Seria como se juntássemos a Europa e a África, num caldeirão sonoro de peso, uma vez que os músicos aqui conhecem a sonoridade mundial. São afinados e antenados com a cena atual, sem esquecer do próprio passado (exemplo da cena musical da Nigéria nos anos 70). Outro toque de world music – por assim dizer, pelo o que ele engloba – é que são vários os artistas convidados de outros países, dando um leque multifacetado de vários gêneros ao longo das canções. Cada música, uma marca ou um estilo. Temos a participação de Ezra Koenig (Vampire Weekend) e de M.I.A., além do trio trabalhar algumas canções em torna de melodias já conhecidas de artistas como Santigold e Architecture In Helsinki.

The Very Best surgiu em 2008 com um disco livre para download, o ‘Esau Mwamawaya And Radioclit Are The Very Best’, uma espécie de mixtape para mostrar sua performance ao mundo. E a recompensa veio logo. Pitchfork elegeu como um dos melhores 40 álbuns naquele ano. Menção digna e heróica de um estreante sem muito estardalhaço. Um trabalho que se estilhaçava no melhor da sonoridade electro-afro-pop, junto com dance, hip-hop e indie-rock.

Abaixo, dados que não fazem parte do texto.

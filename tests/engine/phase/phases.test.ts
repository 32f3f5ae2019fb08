import { describe, expect, test } from 'vitest';
import { phaseJob, phasesOfEpoch } from '../../../workers/engine/phase/phases';
import { guardSamples } from '../../../workers/engine/phase/guard';
import { axesOf } from '../../../workers/engine/prepare/axes';
import { samplePlan, sampleRecording, secondRecording } from '../sample-plan';

const plan = samplePlan();
const recordings = [sampleRecording([]), secondRecording()];
const axes = axesOf(plan, recordings);
const rate = axes.samplingRateHz;
const guard = guardSamples(plan.phase, axes.frequenciesHz, rate);
const first = -20;
const length = 101 + 2 * guard;

/** A cosine whose phase at the event is `phaseRad`. */
function tone(hz: number, phaseRad: number, amplitude = 1): Float64Array {
  return Float64Array.from({ length }, (_, i) => {
    const t = (i - guard + first) / rate;
    return amplitude * Math.cos(2 * Math.PI * hz * t + phaseRad);
  });
}

function phasesOf(samples: Float64Array[]): { angle(site: number, f: number, t: number): number } {
  const job = phaseJob(plan, axes, 2);
  const phasors = new Float32Array(job.layout.byteLength / 4);
  phasesOfEpoch(job, samples, 1, phasors, 'epoch');
  const { epochCount, samplesPerEpoch, samplesPerFrequency } = job.layout;
  return {
    angle(site, f, t) {
      const at = (site * epochCount + 1) * 2 * samplesPerEpoch + f * samplesPerFrequency + t;
      const [x, y] = [phasors[at], phasors[at + samplesPerEpoch]];
      expect(Math.hypot(x, y)).toBeCloseTo(1, 6);
      return Math.atan2(y, x);
    },
  };
}

describe('phasesOfEpoch', () => {
  test('a cosine of phase phi has phase 2 pi f t + phi at every kept time and each site its own', () => {
    const phases = [0, 1, -2];
    const { angle } = phasesOf(phases.map((phase) => tone(10, phase)));
    phases.forEach((phase, site) =>
      axes.timesS.forEach((time, t) => {
        const off = angle(site, 0, t) - (2 * Math.PI * 10 * time + phase);
        // Leakage of the negative frequency, exp(-2 n^2) at n = 5 cycles, and the cut at 4 s: < 1e-3.
        expect(Math.abs(Math.sin(off / 2))).toBeLessThan(1e-3);
      }),
    );
  });

  test.each([1e-300, 1e300])('an amplitude of %s changes no phase', (amplitude) => {
    const usual = phasesOf([tone(10, 0), tone(10, 1), tone(10, 2)]);
    const scaled = phasesOf([0, 1, 2].map((phase) => tone(10, phase, amplitude)));
    for (let site = 0; site < 3; site++) {
      expect(scaled.angle(site, 0, 2)).toBeCloseTo(usual.angle(site, 0, 2), 5);
    }
  });

  test('a flat site is an error that names it, never a NaN', () => {
    const samples = [tone(10, 0), new Float64Array(length), tone(10, 2)];
    expect(() => phasesOf(samples)).toThrow('C3 is flat in epoch');
  });

  test.each([NaN, Infinity])('a sample of %s is an error that names the site', (value) => {
    const bad = tone(10, 0);
    bad[40] = value;
    expect(() => phasesOf([tone(10, 0), tone(10, 1), bad])).toThrow('P4 has a value that is no');
  });

  test('a site with nothing at a kept time is an error that names the frequency', () => {
    const early = new Float64Array(length);
    early[0] = 1;
    expect(() => phasesOf([early, tone(10, 0), tone(10, 1)])).toThrow('F3 has no signal at 10 Hz');
  });

  test('no sample beyond the guard of a kept time reaches its phase', () => {
    const quiet = [tone(10, 0.3), tone(10, 1), tone(10, 2)];
    const loud = quiet.map((signal) => signal.slice());
    // Kept times begin at the event, 20 samples into the window; the kernel reaches 32 before it.
    for (let i = 0; i < 20; i++) loud[0][i] = 100;
    expect(phasesOf(loud).angle(0, 0, 0)).toBeCloseTo(phasesOf(quiet).angle(0, 0, 0), 5);
  });
});
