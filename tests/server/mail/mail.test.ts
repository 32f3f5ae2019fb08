import { randomUUID } from 'node:crypto';
import { describe, expect, it } from 'vitest';
import { load } from '../../../src/routes/(public)/mail/+page.server';
import { config } from '$lib/server/config';
import { mailPageIsOpen, sendMail } from '$lib/server/mail';
import { invitationMail } from '$lib/server/mail/messages';
import { mailsTo, tokenIn } from '../accounts/fixture';

describe('sendMail', () => {
  it('reaches the local mail server by SMTP, which keeps it whole', async () => {
    const to = `${randomUUID()}@example.org`;
    await sendMail({ to, subject: 'Grüße – 1 < 2', text: 'µV, Δ, −3\n', html: '<p>µV, Δ, −3</p>' });
    const [mail] = await mailsTo(to);
    expect(mail).toMatchObject({ to, subject: 'Grüße – 1 < 2', text: 'µV, Δ, −3\n' });
  });

  it('carries a link of the application with its token unbroken', async () => {
    const email = `${randomUUID()}@example.org`;
    const token = 'A_-'.repeat(14) + 'z';
    await sendMail(
      invitationMail({
        email,
        role: 'viewer',
        teamName: 'Lab <b>&',
        inviterName: 'I. Marlow',
        token,
        days: 7,
      }),
    );
    const [mail] = await mailsTo(email);
    expect(tokenIn(mail)).toBe(token);
    expect(mail!.text).toContain(`${config.origin}/invitation/${token}`);
  });

  it('writes names into HTML as text', () => {
    const { html } = invitationMail({
      email: 'x@example.org',
      role: 'viewer',
      teamName: '<img src=x>',
      inviterName: 'I',
      token: 't',
      days: 7,
    });
    expect(html).toContain('&lt;img src=x&gt;');
    expect(html).not.toContain('<img');
  });
});

describe('the mail page', () => {
  it('is there in demo and development without a mail server only, and 404 here', async () => {
    const mayBeOpen = config.mode === 'demo' || config.mode === 'development';
    expect(mailPageIsOpen).toBe(mayBeOpen && config.smtpUrl === undefined);
    // Tests run in the mode "test", where the page does not exist.
    expect(config.mode).toBe('test');
    await expect(load()).rejects.toMatchObject({ status: 404 });
  });
});
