import { newKernels } from '../../../workers/kernels';
import { leastFloatFrom, mostFloatTo } from '../../../workers/kernels/group-moments';
import {
  labelLaneTableLength,
  labelOffsetCount,
  labelOffsets,
} from '../../../workers/kernels/label-lanes';
import { groupStates, statePlan } from '../../../workers/engine/null/group-state';
import { order, uniform } from '../random';
import { agree, readF32, write, writeSettings, type Task } from '../task';

const sizes = { features: 2016, epochs: 200, epochsA: 100, permutations: 1000 };
const { features, epochs, epochsA, permutations } = sizes;
const tolerance = 1e-5;

/** 0 or 1 for each epoch and permutation. */
export function labelMatrix(seed: number, count: number): Float32Array {
  const random = uniform(seed);
  const labels = new Float32Array(epochs * count);
  for (let p = 0; p < count; p++) {
    for (const n of order(epochs, random).subarray(0, epochsA)) labels[n * count + p] = 1;
  }
  return labels;
}

function masksOf(labels: Float32Array): Uint8Array {
  const blocks = Math.ceil(epochs / 7);
  const masks = new Uint8Array(blocks * permutations);
  for (let p = 0; p < permutations; p++) {
    for (let n = 0; n < epochs; n++) {
      masks[p * blocks + Math.floor(n / 7)] |= labels[n * permutations + p] << (n % 7);
    }
  }
  return masks;
}

/** Terms `[part][feature][epoch]` of the twin to lanes of one group. */
function lanesOf(terms: Float32Array, group: number, lanes: Float32Array): void {
  for (let n = 0; n < epochs; n++) {
    for (let x = 0; x < 8; x++) {
      const feature = group * 8 + x;
      lanes[n * 16 + x] = terms[feature * epochs + n];
      lanes[n * 16 + 8 + x] = terms[(features + feature) * epochs + n];
    }
  }
}

function load(folder: string) {
  const kernels = newKernels();
  const groups = features / 8;
  const arrays = kernels.arrays({
    ...statePlan(groups),
    terms: ['f32', groups * epochs * 16],
    offsets: ['u16', labelOffsetCount(epochs, permutations)],
    table: ['f32', labelLaneTableLength],
    sums: ['f32', permutations * 16],
    total: ['f32', 16],
    exact: ['f64', 16],
    values: ['f32', permutations * 8],
  });
  const terms = readF32(folder, 'terms.f32');
  const observed = readF32(folder, 'observed.f32');
  const range = { from: 0, to: permutations };
  labelOffsets(masksOf(readF32(folder, 'labels.f32')), arrays.offsets, epochs, range);
  const states = groupStates(arrays, 0, groups);
  const lanes = (group: number) =>
    arrays.terms.subarray(group * epochs * 16, (group + 1) * epochs * 16);
  states.forEach(({ upperFrom, lowerTo }, group) => {
    lanesOf(terms, group, lanes(group));
    for (let x = 0; x < 8; x++) {
      upperFrom[x] = leastFloatFrom(observed[group * 8 + x] - tolerance);
      lowerTo[x] = mostFloatTo(observed[group * 8 + x] + tolerance);
    }
  });
  const shape = { rows: permutations, epochsA, epochsB: epochs - epochsA };
  return () => {
    const { offsets, table, sums, total, exact, values } = arrays;
    for (let group = 0; group < groups; group++) {
      const of = lanes(group);
      kernels.sumLanes(of, exact, { from: 0, to: epochs });
      total.set(exact);
      kernels.sumLabelledLanes(of, offsets, table, sums, {
        epochCount: epochs,
        rows: permutations,
      });
      kernels.resultantDifferences(sums, total, values, shape);
      kernels.addGroupMoments(values, states[group], permutations, true);
    }
    const out = new Float64Array(4 * features);
    states.forEach(({ upper, lower, origin, sum, squares }, group) => {
      for (let x = 0; x < 8; x++) {
        const at = group * 8 + x;
        out[at] = upper[x];
        out[features + at] = lower[x];
        out[2 * features + at] = sum[x] + permutations * origin[x];
        out[3 * features + at] =
          squares[x] + 2 * origin[x] * sum[x] + permutations * origin[x] * origin[x];
      }
    });
    return out;
  };
}

export const labelsTask: Task = {
  id: '(a)',
  twin: 'labels.py',
  name: 'label permutations, f32, fused statistics, N = 200, 1000 permutations',
  unit: 'M pair-permutations/s',
  amount: (features * permutations) / 1e6,
  repeats: 15,
  mustReach: 2.0,
  ambitious: 2.5,
  prepare(folder) {
    const random = uniform(1);
    const terms = new Float32Array(2 * features * epochs);
    for (let i = 0; i < features * epochs; i++) {
      const angle = 2 * Math.PI * random();
      terms[i] = Math.cos(angle);
      terms[features * epochs + i] = Math.sin(angle);
    }
    write(folder, 'terms.f32', terms);
    write(folder, 'labels.f32', labelMatrix(2, permutations));
    write(
      folder,
      'observed.f32',
      Float32Array.from({ length: features }, () => 0.3 * (random() - 0.5)),
    );
    writeSettings(folder, { ...sizes, tolerance });
  },
  load,
  compare(ours, twin) {
    // A value may lie on the edge of the tolerance: one count of a thousand either way.
    agree(ours.subarray(0, 2 * features), twin.subarray(0, 2 * features), 1, 'count');
    agree(ours.subarray(2 * features), twin.subarray(2 * features), 2e-3, 'sum');
  },
};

Um disco longo, 15 músicas, mas que não deixa de ser instigante até o final, possibilitando ao ouvinte inúmeras audições e descobertas.

O talento e a versatilidade mesmo ficaram comprovados em 2009, com o lançamento de ‘Warm Heart Of Afrika’. Disco esse que ficou no meu TOP 5 aqui mesmo no site. Trabalho mais acessível (porém, nem tanto) e que trazia composições variadas como a música título, ‘Julia’ e ‘Kada Manja’. The Very Best provava que não era uma celebração sem méritos, e continuava a trazer uma obra eclética e com mais vigor. Em 2011, mais uma mixtape, ‘Super Mom’, disco esse que preciso ouvir ainda, confesso.

Aguardo o que o futuro reserva para esse trio. Que não seja apenas um modismo, e que surjam mais boas ideias. Por enquanto, ouço os álbuns sempre com um novo frescor, por conta dessa multiplicidade de ritmos. Como diria o grupo Ira em sua clássica e oportuna música ‘Farto do Rock’n’Roll’*: ‘Eu fico tentando me satisfazer com outros sons, outras batidas, outras pulsações’. The Very Best representa isso, e bem. Descubra.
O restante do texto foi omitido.